### Stored data entries
╭──
/** What the library holds, as data made from the registries: functions with their equations, fluids with their ranges. */
import type { Correlation } from "../../correlations/correlation.js";
import { allCorrelations } from "../../correlations/index.js";
import { fullCitation } from "../../findings/citation.js";
import type { Fluid } from "../../fluids/fluid.js";
import { shelf } from "../../fluids/shelf.js";
import type { ShelfEntry } from "../../fluids/shelf-entry.js";
import { formatQuantity } from "../../quantities/format.js";
import { isProblem } from "../../quantities/problems.js";
import { allSurfaces } from "../../surfaces/index.js";
import type { Surface } from "../../surfaces/surface.js";
import type { Plot } from "../drawings/plot.js";
import { axisAround } from "../drawings/axis.js";
import { allSignatures, type Signature } from "../signature.js";
import { words } from "../words.js";

export interface SurfaceEntry {
  readonly surface: Surface;
  readonly equations: readonly Correlation[];
  /** Everything that a search may find it by, in lower case. */
  readonly text: string;
}

export interface FunctionEntry {
  readonly signature: Signature;
  readonly text: string;
}

export interface FluidEntry {
  readonly entry: ShelfEntry;
  readonly text: string;
}

export interface Library {
  readonly surfaces: readonly SurfaceEntry[];
  readonly functions: readonly FunctionEntry[];
  readonly fluids: readonly FluidEntry[];
}

let whole: Library | undefined;

export function library(): Library {
  whole ??= {
    surfaces: allSurfaces.map((surface) => {
      const equations = allCorrelations.filter((record) => record.serves.includes(surface.id) && record.result === "Nu");
      const texts = [
        surface.id,
        surface.title,
        surface.describe,
        ...equations.map((one) => `${one.name} ${fullCitation(one.source.work)}`),
      ];
      return { surface, equations, text: texts.join(" ").toLowerCase() };
    }),
    functions: allSignatures()
      .filter((signature) => !allSurfaces.some((surface) => surface.id === signature.id))
      .map((signature) => ({ signature, text: `${signature.id} ${signature.title}`.toLowerCase() })),
    fluids: shelf().map((entry) => ({
      entry,
      text: [entry.name, ...entry.synonyms, entry.family, entry.summary, ...entry.sources.map((work) => fullCitation(work))]
        .join(" ")
        .toLowerCase(),
    })),
  };
  return whole;
}

/** Those entries whose text holds every word of the search. */
export function searched(all: Library, search: string): Library {
  const wanted = search.trim().toLowerCase().split(/\s+/);
  // "R-134a", "R 134a" and "R134a" are one name.
  const bare = (text: string): string => text.replace(/[-\s]/g, "");
  const holds = ({ text }: { readonly text: string }): boolean =>
    wanted.every((word) => text.includes(word) || bare(text).includes(bare(word)));
  return { surfaces: all.surfaces.filter(holds), functions: all.functions.filter(holds), fluids: all.fluids.filter(holds) };
}

/** How a name with a number is written, such as "ethylene glycol 40 %". */
export function fluidNameToUse(entry: ShelfEntry): string {
  const { parameter } = entry;
  if (parameter === undefined || parameter.otherwise !== undefined) return entry.name;
  const amount = parameter.example ?? Math.round((parameter.limits[0] + parameter.limits[1]) / 2);
  return [entry.name, String(amount), parameter.unit].filter((piece) => piece !== "").join(" ");
}

const atmosphere = 101325;
const points = 40;
const plotted = ["density", "cp", "conductivity", "viscosity"] as const;
const units: Readonly<Record<(typeof plotted)[number], string>> = {
  density: "kg/m³",
  cp: "J/(kg·K)",
  conductivity: "W/(m·K)",
  viscosity: "Pa·s",
};
/** Where people work; a formulation that reaches to 2000 K would else show nothing of it. */
const usual = [173.15, 673.15] as const;
const room = 293.15;

/** Properties over temperature at one atmosphere, where the fluid has a single phase there. */
export function fluidPlots(entry: ShelfEntry): readonly Plot[] {
  const fluid = entry.fluid(
    entry.parameter === undefined
      ? undefined
      : (entry.parameter.otherwise ?? entry.parameter.example ?? (entry.parameter.limits[0] + entry.parameter.limits[1]) / 2),
  );
  if (isProblem(fluid)) return [];
  const states = statesOf(fluid);
  return plotted.flatMap((property) => {
    const found = states.flatMap((state): (readonly [number, number])[] => {
      const value = state[property];
      return value === undefined ? [] : [[state.T - 273.15, value]];
    });
    if (found.length < 3) return [];
    const says = `${words.library.plot(words.library.plotted[property], fluid.name, formatQuantity(atmosphere, "pressure", "SI"))}, ${units[property]}`;
    return [
      {
        says,
        x: axisAround(
          found.map(([T]) => T),
          false,
        ),
        y: axisAround(
          found.map(([, value]) => value),
          false,
        ),
        points: found,
      },
    ];
  });
}

type State = Exclude<ReturnType<Fluid["state"]>, { problem: true }>;

/** Liquid and gas do not belong on one curve: the phase that is there near room temperature is shown, over all of its reach. */
function statesOf(fluid: Fluid): readonly State[] {
  const [low, high] = fluid.range.T;
  const [from, to] = high < usual[0] || low > usual[1] ? [low, high] : [Math.max(low, usual[0]), Math.min(high, usual[1])];
  const coarse = singles(fluid, from, to);
  const distance = (state: State): number => Math.abs(state.T - room);
  const nearest = coarse.reduce<State | undefined>(
    (best, state) => (best === undefined || distance(state) < distance(best) ? state : best),
    undefined,
  );
  const alike = coarse.filter((state) => (state.phase === "liquid") === (nearest?.phase === "liquid"));
  const [first, last] = [alike[0], alike[alike.length - 1]];
  if (first === undefined || last === undefined) return [];
  return singles(fluid, first.T, last.T).filter((state) => (state.phase === "liquid") === (nearest?.phase === "liquid"));
}

function singles(fluid: Fluid, from: number, to: number): readonly State[] {
  const states = Array.from({ length: points + 1 }, (_, i) => fluid.state(from + ((to - from) * i) / points, atmosphere));
  return states.filter((state): state is State => !isProblem(state));
}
╰──
The response must hold only the lines above from the line with "if (first === undefined" through the line with "i) / points, atmosphere));", each copied exactly, both ends kept.

### WRITTEN RESPONSE
  if (first === undefined || last === undefined) return [];
  return singles(fluid, first.T, last.T).filter((state) => (state.phase === "liquid") === (nearest?.phase === "liquid"));
}

function singles(fluid: Fluid, from: number, to: number): readonly State[] {
  const states = Array.from({ length: points + 1 }, (_, i) => fluid.state(from + ((to - from) * i) / points, atmosphere));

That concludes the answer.